For Photogrammetric mapping, it requires not just a camera but a complete camera system. A gyro mount, a very good medium format camera, IMU GPS, good lenses. When you combine all these, the weight may vary from 2 kg to 5 kg. In such situation the payload and the endurance of the UAV should be good. 1 kg of payload and 15 min of endurance is not a good photogrammetric UAV.
Q: What does the future hold for you, career-wise?
A: I would like to start my own company where I can market interesting and efficient geospatial products. Along with that I would like to keep myself busy with photogrammetric mapping work. It is a challenge in India to start your own company, but there are a few companies who are willing to help me start my own unit. They have always encouraged me and ready to support me. I am really thankful for their trust in me. I may soon start working independently.

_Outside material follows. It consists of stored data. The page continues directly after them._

import type { BudgetLine, Headroom } from '../contract/findings.ts'
import { quantile } from '../statistics/quantile.ts'
import type { Series } from '../timeline/series.ts'
import { joinSeries, sliceSeries } from '../timeline/series.ts'
import type { Timeline } from '../timeline/timeline.ts'
import { followsCurrent } from './follows-current.ts'
import { minuteLevels } from './minute-levels.ts'
import type { RunProfile } from './run-profiles.ts'
import { type TimedCluster, timedClusters } from './timed/timed-clusters.ts'
import { type Schedule, scheduleOf } from './timed-steps.ts'
import { type Unexplained, unexplained } from './unexplained.ts'
import { thinned } from './windows/held.ts'

/** How far a thing's runs lift the level. */
export interface Lift {
  /** What a run usually and in one of ten cases adds at its height, mA. */
  readonly usualMa: number
  readonly topMa: number
  /** The latter over the usual headroom: from about two thirds on such runs fire trips. */
  readonly reach: number
}

/** What the leakage log says that bears on every suspect; computed once. Nulls without a log. */
export interface LogView {
  /** Minute means of energised time. */
  readonly minutes: Series | null
  readonly tripMa: number
  /** Median standing leakage over the trip current. */
  readonly usualShare: number | null
  /** By thing: what its runs do to the level; only where the log could see it. */
  readonly lifts: ReadonlyMap<string, Lift>
  readonly unexplained: Unexplained | null
  /** When the excursions that no named load accounts for come. */
  readonly schedule: Schedule
  /** Loads that nobody named and that keep a schedule, highest first; empty without a log. */
  readonly timed: readonly TimedCluster[]
  /** Whether leakage follows the group's load current whichever load carries it. */
  readonly followsCurrent: boolean | null
}

/** Runs or switchings that a lift must rest on. */
const LEAST_RUNS = 3

/** What is usually left below the trip current, mA; where the usual level stands at or above it, a tenth of it. */
function roomOf({ tripMa, standingMa }: Headroom): number {
  return Math.max(tripMa.value - (standingMa?.p50 ?? 0), 0.1 * tripMa.value)
}

/** Reads the log once for the line-up. Linear in readings. */
export function logView(
  timeline: Timeline,
  budget: readonly BudgetLine[],
  profiles: ReadonlyMap<string, RunProfile>,
  headroom: Headroom,
): LogView {
  const tripMa = headroom.tripMa.value
  const room = roomOf(headroom)
  const lifts = new Map<string, Lift>()
  for (const { of, kind } of timeline.things) {
    if (kind !== 'load') continue
    const profile = profiles.get(of)
    const line = budget.find((b) => b.of === of)
    const sure = line?.basis === 'switching' && (line.low ?? 0) > 0 ? (line.ma ?? 0) : 0
    if ((profile === undefined || profile.riseMa === null) && sure === 0) continue
    const usualMa = profile?.riseMa ?? sure
    // of one or two runs the tenth largest is no figure: the usual one stands for it
    const top = profile !== undefined && profile.runs >= LEAST_RUNS ? profile.buckets : []
    const topMa = top.reduce((most, bucket) => Math.max(most, bucket.p90Ma), Math.max(usualMa, sure))
    lifts.set(of, { usualMa, topMa, reach: topMa / room })
  }
  if (timeline.leakage === null || timeline.leakage.t.length < 100) {
    return {
      minutes: null,
      tripMa,
      usualShare: null,
      lifts,
      unexplained: null,
      schedule: { kind: 'none' },
      timed: [],
      followsCurrent: null,
    }
  }
  const minutes = energisedMinutes(timeline, timeline.leakage)
  const found = minutes.t.length < 60 ? null : unexplained(timeline, minutes, budget, tripMa)
  // what comes with one named thing alone is that thing's lift, though the budget's steps do not show it
  if (found !== null && found.follows !== null && found.apart >= LEAST_RUNS) {
    const seen = lifts.get(found.follows)
    const topMa = Math.max(seen?.topMa ?? 0, found.heightMa)
    lifts.set(found.follows, { usualMa: seen?.usualMa ?? found.heightMa, topMa, reach: topMa / room })
  }
  return {
    minutes,
    tripMa,
    usualShare: minutes.t.length === 0 ? null : quantile(thinned(minutes.v, 5_000), 0.5) / tripMa,
    lifts,
    unexplained: found,
    schedule: found === null || found.follows !== null ? { kind: 'none' } : scheduleOf(timeline, found),
    timed: found === null ? [] : timedClusters(timeline, found.remainder),
    followsCurrent: followsCurrent(timeline, minutes, budget),
  }
}

function energisedMinutes(timeline: Timeline, leakage: Series): Series {
  const { energised } = timeline
  const parts: Series[] = []
  for (let i = 0; i < energised.length; i += 2)
    parts.push(minuteLevels(sliceSeries(leakage, energised[i]!, energised[i + 1]!)))
  return joinSeries(parts)
}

Q: Back in 2014 you told me you were in the middle of building a house. In the United States home-building is a huge endeavor. How close are you to being done, and overall how difficult was it?
A: You asked me the question at a good time. It took me around five years to complete the construction of my house in the village. Well, the only job I did was to send the money to my parents every month. My father worked hard and managed the construction. I prepared the design of the house in VrOne CAD software. It is very expensive to construct a house in India, and so I had to construct step by step. The construction work is just finished, and as per Hindu tradition, we make a celebration on the day of inauguration. This celebration will be on 16th of Feb 2015. It is a big achievement and a dream come true.

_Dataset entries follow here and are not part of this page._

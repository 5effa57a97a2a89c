import type { Headroom } from '../contract/findings.ts'
import { median } from '../statistics/median.ts'
import type { Timeline } from '../timeline/timeline.ts'
import { tripFacts } from './trip-facts.ts'

/** A ramp test taken once: what such testers and their steps allow, as a share; common practice, no source. */
const ONE_TEST = 0.05
/** Must not open at or below, must open at or below, as shares of IΔn: IEC 61008-1, IEC 61009-1 (from memory). */
const LEAST = 0.5
const MOST = 1
/** Readings this near a trip may be its own rise, by clocks that differ. */
const NEAR_TRIP_MS = 150_000
const STOOD_MORE = 1.05
/** Levels at fewer trips say too little. */
const LEAST_TRIPS = 3

/** The current at which the device really opens, mA, 90 % interval, and what that rests on. */
export type TripCurrent = Headroom['tripMa']

/**
 * Trip current: ramp tests if there are any; else the levels seen at trips of course creep or step; else the limits of
 * the standards. A level before a trip is a lower bound of the trip current.
 */
export function tripCurrent(timeline: Timeline): TripCurrent {
  const ramp = fromRampTests(timeline)
  if (ramp !== null) return ramp
  const stood = stoodAt(timeline)
  return fromLevels(timeline, stood) ?? limits(timeline.rcd.ratedMa, stood)
}

/** The standards' limits, narrowed by the greatest level at which the device stayed closed. */
function limits(rated: number, stood: number): TripCurrent {
  const low = Math.max(LEAST * rated, Math.min(MOST * rated, stood))
  return { value: (low + MOST * rated) / 2, low, high: MOST * rated, basis: 'limits' }
}

/** Greatest reading, mA, not near a trip: the device stood it. 0 without any. Linear. */
function stoodAt({ leakage, trips }: Timeline): number {
  if (leakage === null) return 0
  const { t, v } = leakage
  let most = 0
  let k = 0
  for (let i = 0; i < t.length; i++) {
    while (k < trips.length && trips[k]!.to + NEAR_TRIP_MS < t[i]!) k++
    const near = k < trips.length && trips[k]!.from - NEAR_TRIP_MS <= t[i]!
    if (!near && v[i]! > most) most = v[i]!
  }
  return most
}

function fromRampTests(timeline: Timeline): TripCurrent | null {
  const { rcd } = timeline
  const tests: number[] = []
  for (const test of timeline.tests) if (test.kind === 'ramp' && test.rcd === rcd.ref) tests.push(test.tripMa)
  // The sheet's figure is mostly one of the recorded tests; counted twice it would feign agreement.
  if (rcd.rampTripMa !== undefined && !tests.includes(rcd.rampTripMa)) tests.push(rcd.rampTripMa)
  if (tests.length === 0) return null
  const value = median(tests)
  let least = value * (1 - ONE_TEST)
  let most = value * (1 + ONE_TEST)
  for (const test of tests) {
    least = Math.min(least, test)
    most = Math.max(most, test)
  }
  return { value, low: least, high: most, basis: 'ramp-tests' }
}

/**
 * Taking the last levels as spread evenly below the trip current, it lies above the greatest of n by x ranges with
 * probability (1 + x)^−(n − 1): half of that is the value, a twentieth the upper end. The limits of the standards hold
 * as long as no level stood above them. Null where the levels at trips say nothing.
 */
function fromLevels(timeline: Timeline, stood: number): TripCurrent | null {
  const levels: number[] = []
  for (const fact of tripFacts(timeline)) {
    if (fact.levelMa !== null && (fact.course === 'creep' || fact.course === 'step')) levels.push(fact.levelMa)
  }
  if (levels.length < LEAST_TRIPS) return null
  const rated = timeline.rcd.ratedMa
  const greatest = Math.max(...levels)
  // where it stood far higher levels, the last readings before its trips were too early to tell
  if (stood > STOOD_MORE * greatest) return null
  const range = greatest - Math.min(...levels)
  const beyond = (chance: number): number => greatest + range * (chance ** (-1 / (levels.length - 1)) - 1)
  const low = Math.max(LEAST * rated, greatest)
  const high = Math.max(low, Math.min(MOST * rated, beyond(0.05) < low ? MOST * rated : beyond(0.05)))
  return { value: Math.min(high, Math.max(low, beyond(0.5))), low, high, basis: 'levels-at-trips' }
}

Q: So I leave the final question to you: Do you have anything you want to share with the worldwide good readers of GeoHipster on life, photogrammetry, and mapping?
A: One thing which I feel very important to mankind is to contact and communicate with others. It is a very strange world that we remain busy with our work and don’t even care knowing the rest of the world. Eight years back it was a challenge for me to learn photogrammetry when I was new in this field. I started contacting people on the Internet, and I was glad that they answered my questions. This way my friendship with dozens of people became intense. Being a stranger and remaining far far from each other, we discussed many things related to photogrammetry and the culture in their country. This way gradually I not only learned photogrammetry, GIS, LiDAR, but also the cultures in USA, UK, Australia, New Zealand, Poland, Mauritius, Africa, Latvia, Germany, the Netherlands, Canada, Russia, Alaska, Morocco, Tunisia, Spain, and Japan. For me the whole community of photogrammetry and GIS is a family, and we should communicate with each other, asking our doubts, and exchanging our ideas. I have not just received the answers to my questions from friends, but have also received a lot of love.